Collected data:
——————

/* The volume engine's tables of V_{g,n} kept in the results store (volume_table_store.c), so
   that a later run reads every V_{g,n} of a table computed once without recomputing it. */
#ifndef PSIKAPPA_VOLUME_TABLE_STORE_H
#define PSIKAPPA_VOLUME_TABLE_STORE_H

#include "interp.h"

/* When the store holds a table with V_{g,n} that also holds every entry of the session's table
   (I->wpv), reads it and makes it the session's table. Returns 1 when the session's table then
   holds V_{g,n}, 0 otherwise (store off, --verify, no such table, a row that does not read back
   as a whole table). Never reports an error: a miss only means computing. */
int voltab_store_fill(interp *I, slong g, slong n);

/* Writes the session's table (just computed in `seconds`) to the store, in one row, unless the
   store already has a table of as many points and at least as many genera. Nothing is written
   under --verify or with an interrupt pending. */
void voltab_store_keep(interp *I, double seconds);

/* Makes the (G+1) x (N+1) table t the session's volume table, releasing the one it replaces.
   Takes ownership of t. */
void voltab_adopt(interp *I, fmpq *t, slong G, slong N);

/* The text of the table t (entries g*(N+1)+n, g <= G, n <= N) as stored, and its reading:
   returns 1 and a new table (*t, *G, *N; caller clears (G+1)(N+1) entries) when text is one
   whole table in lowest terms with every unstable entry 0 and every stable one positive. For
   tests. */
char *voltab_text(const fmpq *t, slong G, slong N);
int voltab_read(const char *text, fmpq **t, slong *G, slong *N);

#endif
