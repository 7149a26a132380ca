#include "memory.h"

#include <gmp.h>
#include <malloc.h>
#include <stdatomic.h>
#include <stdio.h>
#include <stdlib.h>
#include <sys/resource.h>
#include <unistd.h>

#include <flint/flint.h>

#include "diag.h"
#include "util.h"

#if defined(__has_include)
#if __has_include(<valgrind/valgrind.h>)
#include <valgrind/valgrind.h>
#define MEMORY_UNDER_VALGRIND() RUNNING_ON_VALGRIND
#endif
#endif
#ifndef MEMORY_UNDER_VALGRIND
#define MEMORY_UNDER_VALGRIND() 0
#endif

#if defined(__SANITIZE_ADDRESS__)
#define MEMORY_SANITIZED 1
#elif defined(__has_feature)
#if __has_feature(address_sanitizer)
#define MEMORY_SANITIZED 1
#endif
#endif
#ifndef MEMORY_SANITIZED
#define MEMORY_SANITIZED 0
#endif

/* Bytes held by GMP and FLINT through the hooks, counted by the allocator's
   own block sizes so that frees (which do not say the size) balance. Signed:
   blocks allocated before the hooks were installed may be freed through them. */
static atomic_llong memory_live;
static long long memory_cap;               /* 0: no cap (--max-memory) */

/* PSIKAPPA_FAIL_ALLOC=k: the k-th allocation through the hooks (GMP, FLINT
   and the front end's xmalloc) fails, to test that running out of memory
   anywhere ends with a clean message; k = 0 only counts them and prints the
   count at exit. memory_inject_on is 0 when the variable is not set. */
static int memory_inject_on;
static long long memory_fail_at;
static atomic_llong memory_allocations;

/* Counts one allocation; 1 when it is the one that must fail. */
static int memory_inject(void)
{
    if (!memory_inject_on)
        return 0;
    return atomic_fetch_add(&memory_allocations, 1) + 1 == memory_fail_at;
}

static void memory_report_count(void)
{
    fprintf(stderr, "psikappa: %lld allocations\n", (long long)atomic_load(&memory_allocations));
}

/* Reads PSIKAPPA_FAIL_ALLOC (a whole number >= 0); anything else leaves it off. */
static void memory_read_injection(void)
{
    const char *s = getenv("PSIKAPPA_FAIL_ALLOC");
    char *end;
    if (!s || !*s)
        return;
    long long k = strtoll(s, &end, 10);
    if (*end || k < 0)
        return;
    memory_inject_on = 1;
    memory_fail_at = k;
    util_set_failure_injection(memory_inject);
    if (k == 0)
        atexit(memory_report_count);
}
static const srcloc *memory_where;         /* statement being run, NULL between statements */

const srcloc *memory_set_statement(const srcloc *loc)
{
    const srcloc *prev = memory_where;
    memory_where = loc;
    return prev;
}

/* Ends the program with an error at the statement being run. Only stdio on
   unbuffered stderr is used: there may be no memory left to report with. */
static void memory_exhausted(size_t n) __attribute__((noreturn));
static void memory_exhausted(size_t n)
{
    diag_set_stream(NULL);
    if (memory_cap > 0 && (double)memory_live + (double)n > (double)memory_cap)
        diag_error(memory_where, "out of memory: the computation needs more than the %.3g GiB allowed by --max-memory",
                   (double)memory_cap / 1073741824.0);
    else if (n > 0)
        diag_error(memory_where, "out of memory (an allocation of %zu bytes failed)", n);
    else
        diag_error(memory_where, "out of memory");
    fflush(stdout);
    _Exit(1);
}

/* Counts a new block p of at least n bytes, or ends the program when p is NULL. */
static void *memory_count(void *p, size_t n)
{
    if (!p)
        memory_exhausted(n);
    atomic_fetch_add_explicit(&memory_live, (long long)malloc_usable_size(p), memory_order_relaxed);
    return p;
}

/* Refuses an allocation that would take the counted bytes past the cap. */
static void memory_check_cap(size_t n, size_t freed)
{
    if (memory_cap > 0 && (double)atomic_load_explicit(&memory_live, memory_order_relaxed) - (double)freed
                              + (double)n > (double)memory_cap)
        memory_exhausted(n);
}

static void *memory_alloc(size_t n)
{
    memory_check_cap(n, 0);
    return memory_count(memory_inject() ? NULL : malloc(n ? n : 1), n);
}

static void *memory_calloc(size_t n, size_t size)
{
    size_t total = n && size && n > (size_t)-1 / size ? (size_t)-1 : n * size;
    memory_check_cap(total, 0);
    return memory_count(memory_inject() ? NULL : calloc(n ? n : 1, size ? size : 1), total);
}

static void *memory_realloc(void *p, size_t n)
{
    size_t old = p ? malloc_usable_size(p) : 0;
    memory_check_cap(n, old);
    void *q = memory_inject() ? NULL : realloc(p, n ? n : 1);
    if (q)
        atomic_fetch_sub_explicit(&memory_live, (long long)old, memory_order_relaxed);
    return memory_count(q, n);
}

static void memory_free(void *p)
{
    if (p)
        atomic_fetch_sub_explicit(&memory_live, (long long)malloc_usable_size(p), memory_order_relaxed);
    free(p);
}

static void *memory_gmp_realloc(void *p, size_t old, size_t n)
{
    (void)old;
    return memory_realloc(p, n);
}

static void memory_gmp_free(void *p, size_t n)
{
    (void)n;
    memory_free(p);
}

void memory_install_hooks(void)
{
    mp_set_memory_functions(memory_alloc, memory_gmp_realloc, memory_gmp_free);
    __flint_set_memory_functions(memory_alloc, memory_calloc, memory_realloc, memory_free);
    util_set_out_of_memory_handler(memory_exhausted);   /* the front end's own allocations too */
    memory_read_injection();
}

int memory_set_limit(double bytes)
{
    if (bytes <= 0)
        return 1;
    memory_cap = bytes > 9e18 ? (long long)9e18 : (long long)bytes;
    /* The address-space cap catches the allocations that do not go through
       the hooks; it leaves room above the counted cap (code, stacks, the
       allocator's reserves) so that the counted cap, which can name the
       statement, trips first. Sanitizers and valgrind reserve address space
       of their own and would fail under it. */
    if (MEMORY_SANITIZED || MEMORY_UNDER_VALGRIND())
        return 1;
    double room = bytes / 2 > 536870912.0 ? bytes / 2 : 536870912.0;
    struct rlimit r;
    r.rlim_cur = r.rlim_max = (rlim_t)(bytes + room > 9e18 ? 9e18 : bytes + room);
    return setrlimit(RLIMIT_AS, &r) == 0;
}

——————

◆ **Assignment**
Wherever a line of the entries holds the string "total", copy that line.

◆ **Answer area**
    size_t total = n && size && n > (size_t)-1 / size ? (size_t)-1 : n * size;
    memory_check_cap(total, 0);
    return memory_count(memory_inject() ? NULL : calloc(n ? n : 1, size ? size : 1), total);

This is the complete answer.